__Information__

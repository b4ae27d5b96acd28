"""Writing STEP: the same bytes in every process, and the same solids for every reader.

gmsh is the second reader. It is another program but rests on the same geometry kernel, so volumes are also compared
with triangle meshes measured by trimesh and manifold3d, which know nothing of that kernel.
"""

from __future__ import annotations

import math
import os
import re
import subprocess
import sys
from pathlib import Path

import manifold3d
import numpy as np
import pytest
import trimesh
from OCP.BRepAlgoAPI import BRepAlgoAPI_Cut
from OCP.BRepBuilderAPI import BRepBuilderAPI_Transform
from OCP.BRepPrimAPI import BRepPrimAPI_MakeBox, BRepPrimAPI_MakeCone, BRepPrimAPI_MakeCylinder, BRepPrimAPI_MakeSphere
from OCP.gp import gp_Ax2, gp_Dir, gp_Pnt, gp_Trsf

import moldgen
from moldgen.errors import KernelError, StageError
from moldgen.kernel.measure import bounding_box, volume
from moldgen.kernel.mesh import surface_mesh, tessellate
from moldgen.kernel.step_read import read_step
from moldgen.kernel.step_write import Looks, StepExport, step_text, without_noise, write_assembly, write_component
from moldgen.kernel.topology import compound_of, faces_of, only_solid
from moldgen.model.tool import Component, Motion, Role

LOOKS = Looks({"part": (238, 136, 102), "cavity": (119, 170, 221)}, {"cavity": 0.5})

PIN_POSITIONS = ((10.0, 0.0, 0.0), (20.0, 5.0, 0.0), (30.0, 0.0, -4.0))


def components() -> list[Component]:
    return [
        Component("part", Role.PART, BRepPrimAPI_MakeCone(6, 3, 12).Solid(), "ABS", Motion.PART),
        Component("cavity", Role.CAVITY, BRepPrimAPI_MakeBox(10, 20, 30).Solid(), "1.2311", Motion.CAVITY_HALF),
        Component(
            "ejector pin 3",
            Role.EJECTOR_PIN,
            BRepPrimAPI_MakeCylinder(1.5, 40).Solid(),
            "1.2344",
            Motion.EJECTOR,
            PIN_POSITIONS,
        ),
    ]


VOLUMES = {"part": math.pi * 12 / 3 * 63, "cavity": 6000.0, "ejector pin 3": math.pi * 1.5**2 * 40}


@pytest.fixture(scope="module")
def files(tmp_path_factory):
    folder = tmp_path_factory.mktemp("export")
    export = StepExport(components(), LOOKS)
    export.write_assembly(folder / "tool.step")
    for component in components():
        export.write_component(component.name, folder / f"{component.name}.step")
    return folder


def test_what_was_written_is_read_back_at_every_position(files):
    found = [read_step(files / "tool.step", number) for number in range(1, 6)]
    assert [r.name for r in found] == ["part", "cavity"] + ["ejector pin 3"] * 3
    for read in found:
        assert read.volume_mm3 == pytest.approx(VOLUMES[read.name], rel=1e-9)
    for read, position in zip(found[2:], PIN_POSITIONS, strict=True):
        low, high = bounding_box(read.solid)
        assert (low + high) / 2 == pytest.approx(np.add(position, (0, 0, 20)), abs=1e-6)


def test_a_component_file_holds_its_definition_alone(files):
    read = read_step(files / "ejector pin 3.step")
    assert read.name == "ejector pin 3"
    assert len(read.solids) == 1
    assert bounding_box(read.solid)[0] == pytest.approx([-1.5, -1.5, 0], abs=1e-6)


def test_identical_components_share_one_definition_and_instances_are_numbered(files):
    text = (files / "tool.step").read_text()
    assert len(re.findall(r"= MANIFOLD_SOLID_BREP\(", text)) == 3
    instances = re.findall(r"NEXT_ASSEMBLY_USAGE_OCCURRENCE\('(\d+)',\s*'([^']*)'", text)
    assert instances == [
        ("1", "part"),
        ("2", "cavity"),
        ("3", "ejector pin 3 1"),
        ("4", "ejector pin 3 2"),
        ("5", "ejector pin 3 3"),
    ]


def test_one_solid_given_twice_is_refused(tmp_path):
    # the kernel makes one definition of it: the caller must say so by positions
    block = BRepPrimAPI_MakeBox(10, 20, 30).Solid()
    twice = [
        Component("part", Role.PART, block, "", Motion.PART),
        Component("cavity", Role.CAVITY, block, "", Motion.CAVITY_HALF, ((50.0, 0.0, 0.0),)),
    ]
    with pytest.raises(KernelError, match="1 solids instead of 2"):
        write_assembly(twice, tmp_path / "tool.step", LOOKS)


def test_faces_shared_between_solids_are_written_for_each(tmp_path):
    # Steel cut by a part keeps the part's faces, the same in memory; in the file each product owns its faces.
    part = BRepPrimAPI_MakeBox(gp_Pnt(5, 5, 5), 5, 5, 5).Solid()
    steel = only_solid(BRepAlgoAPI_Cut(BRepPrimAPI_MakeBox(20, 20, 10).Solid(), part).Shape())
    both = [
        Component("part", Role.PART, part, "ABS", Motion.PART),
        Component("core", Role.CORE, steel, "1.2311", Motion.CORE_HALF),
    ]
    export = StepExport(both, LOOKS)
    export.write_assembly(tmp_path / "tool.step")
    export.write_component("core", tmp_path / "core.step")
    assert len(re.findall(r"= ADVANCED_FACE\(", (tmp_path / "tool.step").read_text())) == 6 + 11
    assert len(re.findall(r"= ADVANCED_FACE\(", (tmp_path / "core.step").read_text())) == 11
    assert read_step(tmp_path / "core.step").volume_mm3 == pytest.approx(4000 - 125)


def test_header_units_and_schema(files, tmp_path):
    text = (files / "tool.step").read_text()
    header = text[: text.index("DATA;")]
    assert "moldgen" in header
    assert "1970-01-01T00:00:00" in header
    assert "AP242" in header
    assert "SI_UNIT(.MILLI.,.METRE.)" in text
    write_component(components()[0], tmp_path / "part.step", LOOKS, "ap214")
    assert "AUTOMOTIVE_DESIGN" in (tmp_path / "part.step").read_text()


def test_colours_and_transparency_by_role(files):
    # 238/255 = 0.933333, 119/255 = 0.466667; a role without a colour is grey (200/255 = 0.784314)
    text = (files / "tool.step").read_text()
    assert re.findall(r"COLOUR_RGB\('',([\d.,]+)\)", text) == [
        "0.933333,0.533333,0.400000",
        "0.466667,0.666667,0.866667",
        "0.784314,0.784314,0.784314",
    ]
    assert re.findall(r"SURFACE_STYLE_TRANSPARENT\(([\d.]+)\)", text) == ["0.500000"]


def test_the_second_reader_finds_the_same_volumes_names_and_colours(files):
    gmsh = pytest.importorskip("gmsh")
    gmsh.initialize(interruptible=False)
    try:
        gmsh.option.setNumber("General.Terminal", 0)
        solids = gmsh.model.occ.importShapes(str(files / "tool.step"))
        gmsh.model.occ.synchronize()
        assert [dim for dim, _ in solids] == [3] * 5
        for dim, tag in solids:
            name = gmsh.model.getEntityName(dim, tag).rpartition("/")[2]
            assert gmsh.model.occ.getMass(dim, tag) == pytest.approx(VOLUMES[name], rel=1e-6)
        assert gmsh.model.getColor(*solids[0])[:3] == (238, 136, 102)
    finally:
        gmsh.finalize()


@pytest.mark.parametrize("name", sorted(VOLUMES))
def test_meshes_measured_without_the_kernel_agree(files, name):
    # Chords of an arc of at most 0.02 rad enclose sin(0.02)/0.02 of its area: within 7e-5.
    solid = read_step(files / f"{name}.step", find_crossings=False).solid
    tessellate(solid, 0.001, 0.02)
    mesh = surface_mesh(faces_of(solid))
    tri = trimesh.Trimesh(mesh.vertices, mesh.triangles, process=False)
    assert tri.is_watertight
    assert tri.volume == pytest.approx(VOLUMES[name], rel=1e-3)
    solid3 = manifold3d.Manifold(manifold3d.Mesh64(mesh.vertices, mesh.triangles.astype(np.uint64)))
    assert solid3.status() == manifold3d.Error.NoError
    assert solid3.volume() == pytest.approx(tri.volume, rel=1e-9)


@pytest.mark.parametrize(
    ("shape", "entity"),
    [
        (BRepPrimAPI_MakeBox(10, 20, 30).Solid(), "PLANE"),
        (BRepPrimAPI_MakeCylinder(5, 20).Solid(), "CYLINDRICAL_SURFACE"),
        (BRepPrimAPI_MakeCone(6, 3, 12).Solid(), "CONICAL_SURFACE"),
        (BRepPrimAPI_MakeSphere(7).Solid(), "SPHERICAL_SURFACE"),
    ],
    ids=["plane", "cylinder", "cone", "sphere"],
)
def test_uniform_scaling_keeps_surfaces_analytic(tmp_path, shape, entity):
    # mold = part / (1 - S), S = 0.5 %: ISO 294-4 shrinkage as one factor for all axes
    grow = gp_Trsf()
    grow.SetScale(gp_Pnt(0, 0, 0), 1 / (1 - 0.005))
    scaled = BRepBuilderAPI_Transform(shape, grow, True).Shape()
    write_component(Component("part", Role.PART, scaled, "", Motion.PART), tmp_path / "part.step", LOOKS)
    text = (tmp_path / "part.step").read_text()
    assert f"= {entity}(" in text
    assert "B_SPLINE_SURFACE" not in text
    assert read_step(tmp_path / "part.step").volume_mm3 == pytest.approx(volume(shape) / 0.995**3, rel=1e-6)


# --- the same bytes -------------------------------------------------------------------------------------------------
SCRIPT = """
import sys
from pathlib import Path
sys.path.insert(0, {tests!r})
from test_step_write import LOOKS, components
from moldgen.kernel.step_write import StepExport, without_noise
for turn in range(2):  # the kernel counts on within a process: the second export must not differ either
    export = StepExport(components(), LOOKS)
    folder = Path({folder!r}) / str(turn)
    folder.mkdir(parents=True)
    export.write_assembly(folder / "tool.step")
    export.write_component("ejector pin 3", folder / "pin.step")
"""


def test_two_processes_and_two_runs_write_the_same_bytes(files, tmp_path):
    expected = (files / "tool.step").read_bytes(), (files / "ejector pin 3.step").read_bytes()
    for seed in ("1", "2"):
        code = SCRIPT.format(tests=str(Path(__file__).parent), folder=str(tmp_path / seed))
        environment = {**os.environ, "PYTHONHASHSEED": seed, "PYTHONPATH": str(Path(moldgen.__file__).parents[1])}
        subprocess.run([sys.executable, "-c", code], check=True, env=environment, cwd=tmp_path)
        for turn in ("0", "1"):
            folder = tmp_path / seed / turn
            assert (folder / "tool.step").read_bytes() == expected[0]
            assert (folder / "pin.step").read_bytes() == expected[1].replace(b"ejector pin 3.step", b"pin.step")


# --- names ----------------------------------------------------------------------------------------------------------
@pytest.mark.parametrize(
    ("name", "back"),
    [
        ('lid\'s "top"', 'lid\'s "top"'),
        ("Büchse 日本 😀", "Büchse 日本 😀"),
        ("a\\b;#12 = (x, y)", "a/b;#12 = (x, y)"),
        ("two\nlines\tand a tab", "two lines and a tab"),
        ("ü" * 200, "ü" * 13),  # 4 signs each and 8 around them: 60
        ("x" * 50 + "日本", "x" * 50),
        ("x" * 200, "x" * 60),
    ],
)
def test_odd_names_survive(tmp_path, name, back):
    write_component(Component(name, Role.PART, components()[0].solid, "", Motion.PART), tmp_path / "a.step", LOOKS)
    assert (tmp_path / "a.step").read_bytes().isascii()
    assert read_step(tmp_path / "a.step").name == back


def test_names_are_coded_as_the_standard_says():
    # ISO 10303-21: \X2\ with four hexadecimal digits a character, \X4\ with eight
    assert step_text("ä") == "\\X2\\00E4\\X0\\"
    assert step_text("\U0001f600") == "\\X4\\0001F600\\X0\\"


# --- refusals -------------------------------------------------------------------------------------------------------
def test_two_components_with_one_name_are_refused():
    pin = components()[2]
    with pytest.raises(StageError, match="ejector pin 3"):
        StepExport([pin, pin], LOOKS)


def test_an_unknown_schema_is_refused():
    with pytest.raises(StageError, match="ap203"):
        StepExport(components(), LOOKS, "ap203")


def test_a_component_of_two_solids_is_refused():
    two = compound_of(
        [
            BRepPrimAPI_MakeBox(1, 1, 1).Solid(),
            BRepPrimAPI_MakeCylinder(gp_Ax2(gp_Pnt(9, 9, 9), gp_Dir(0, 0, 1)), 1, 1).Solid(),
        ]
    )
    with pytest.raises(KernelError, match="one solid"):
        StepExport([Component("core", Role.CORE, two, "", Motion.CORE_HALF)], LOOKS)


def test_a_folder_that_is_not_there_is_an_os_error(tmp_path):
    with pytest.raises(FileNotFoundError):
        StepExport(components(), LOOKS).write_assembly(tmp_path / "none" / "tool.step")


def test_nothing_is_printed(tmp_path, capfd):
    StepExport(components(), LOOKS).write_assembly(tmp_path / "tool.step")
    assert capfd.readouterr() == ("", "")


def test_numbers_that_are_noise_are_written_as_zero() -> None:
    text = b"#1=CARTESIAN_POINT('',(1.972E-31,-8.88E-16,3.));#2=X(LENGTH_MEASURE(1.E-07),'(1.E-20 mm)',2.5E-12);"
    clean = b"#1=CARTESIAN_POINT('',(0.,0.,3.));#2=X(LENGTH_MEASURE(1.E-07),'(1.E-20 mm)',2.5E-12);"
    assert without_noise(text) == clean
--
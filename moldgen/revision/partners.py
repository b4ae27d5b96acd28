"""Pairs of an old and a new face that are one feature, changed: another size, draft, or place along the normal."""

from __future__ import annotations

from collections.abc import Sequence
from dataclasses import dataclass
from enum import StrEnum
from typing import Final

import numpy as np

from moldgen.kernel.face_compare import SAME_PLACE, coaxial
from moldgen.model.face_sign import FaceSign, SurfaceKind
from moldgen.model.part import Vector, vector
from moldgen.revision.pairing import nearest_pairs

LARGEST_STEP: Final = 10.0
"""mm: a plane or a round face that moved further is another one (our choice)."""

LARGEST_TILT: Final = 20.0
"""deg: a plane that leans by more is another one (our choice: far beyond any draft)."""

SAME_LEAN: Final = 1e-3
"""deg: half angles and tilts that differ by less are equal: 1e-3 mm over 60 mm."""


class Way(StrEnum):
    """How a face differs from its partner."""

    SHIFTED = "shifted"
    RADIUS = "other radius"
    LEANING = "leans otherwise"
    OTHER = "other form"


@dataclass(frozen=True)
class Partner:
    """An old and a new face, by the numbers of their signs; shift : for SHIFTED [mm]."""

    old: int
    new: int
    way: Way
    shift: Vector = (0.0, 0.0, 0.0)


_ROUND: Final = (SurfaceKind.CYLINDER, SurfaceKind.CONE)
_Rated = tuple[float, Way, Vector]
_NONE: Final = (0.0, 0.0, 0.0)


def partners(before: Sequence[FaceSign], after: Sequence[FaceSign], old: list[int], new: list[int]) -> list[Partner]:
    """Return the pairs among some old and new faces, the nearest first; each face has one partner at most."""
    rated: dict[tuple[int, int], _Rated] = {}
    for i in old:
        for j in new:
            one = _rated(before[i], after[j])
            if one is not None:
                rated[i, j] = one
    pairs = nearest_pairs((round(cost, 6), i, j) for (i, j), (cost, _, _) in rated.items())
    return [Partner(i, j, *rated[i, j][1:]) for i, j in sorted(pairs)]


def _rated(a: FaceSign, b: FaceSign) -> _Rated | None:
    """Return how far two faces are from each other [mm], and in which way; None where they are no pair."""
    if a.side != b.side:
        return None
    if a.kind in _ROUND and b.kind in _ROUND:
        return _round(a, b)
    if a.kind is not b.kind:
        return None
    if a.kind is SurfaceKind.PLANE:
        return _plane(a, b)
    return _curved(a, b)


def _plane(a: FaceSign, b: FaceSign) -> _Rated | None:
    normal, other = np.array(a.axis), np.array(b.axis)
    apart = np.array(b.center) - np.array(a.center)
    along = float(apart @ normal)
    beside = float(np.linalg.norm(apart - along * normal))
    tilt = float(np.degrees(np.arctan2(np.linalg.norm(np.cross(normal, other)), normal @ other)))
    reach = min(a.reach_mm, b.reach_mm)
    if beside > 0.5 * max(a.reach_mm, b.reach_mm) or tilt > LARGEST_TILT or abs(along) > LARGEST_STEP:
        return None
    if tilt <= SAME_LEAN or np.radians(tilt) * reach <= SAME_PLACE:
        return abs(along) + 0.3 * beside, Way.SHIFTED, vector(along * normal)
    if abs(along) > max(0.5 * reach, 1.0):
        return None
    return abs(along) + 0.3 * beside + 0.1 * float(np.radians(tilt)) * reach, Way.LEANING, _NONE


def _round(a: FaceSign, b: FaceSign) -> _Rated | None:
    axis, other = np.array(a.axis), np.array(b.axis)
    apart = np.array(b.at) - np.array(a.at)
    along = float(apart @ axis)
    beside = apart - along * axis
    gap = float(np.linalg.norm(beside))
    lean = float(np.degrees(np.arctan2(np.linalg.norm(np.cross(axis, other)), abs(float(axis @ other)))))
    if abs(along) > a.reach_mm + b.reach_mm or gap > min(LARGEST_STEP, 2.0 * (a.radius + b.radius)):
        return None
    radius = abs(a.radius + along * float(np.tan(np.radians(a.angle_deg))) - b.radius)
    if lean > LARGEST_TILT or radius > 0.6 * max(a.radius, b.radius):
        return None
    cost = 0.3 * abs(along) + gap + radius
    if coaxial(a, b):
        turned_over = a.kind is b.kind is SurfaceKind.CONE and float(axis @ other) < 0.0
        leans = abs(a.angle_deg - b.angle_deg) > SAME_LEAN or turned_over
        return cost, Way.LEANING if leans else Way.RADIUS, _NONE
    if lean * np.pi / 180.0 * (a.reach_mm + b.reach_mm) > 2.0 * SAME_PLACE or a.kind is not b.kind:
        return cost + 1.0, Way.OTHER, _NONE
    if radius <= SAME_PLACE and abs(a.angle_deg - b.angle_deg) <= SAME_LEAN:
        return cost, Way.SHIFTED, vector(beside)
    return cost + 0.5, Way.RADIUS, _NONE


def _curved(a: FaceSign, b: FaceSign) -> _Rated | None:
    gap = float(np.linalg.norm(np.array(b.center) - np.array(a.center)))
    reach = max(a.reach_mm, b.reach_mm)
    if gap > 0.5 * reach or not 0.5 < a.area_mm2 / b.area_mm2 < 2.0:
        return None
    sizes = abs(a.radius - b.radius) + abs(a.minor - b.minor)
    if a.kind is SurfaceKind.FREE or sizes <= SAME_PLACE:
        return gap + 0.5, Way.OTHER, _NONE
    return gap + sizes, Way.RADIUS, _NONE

__Task brief__
Given the records above, reproduce precisely and only the lines between the line holding "tuple[float, Way, Vector]" and the line holding "rated[i, j] = one", inclusive.

__Solved exercise__
_Rated = tuple[float, Way, Vector]
_NONE: Final = (0.0, 0.0, 0.0)


def partners(before: Sequence[FaceSign], after: Sequence[FaceSign], old: list[int], new: list[int]) -> list[Partner]:
    """Return the pairs among some old and new faces, the nearest first; each face has one partner at most."""
    rated: dict[tuple[int, int], _Rated] = {}
    for i in old:
        for j in new:
            one = _rated(before[i], after[j])
            if one is not None:
                rated[i, j] = one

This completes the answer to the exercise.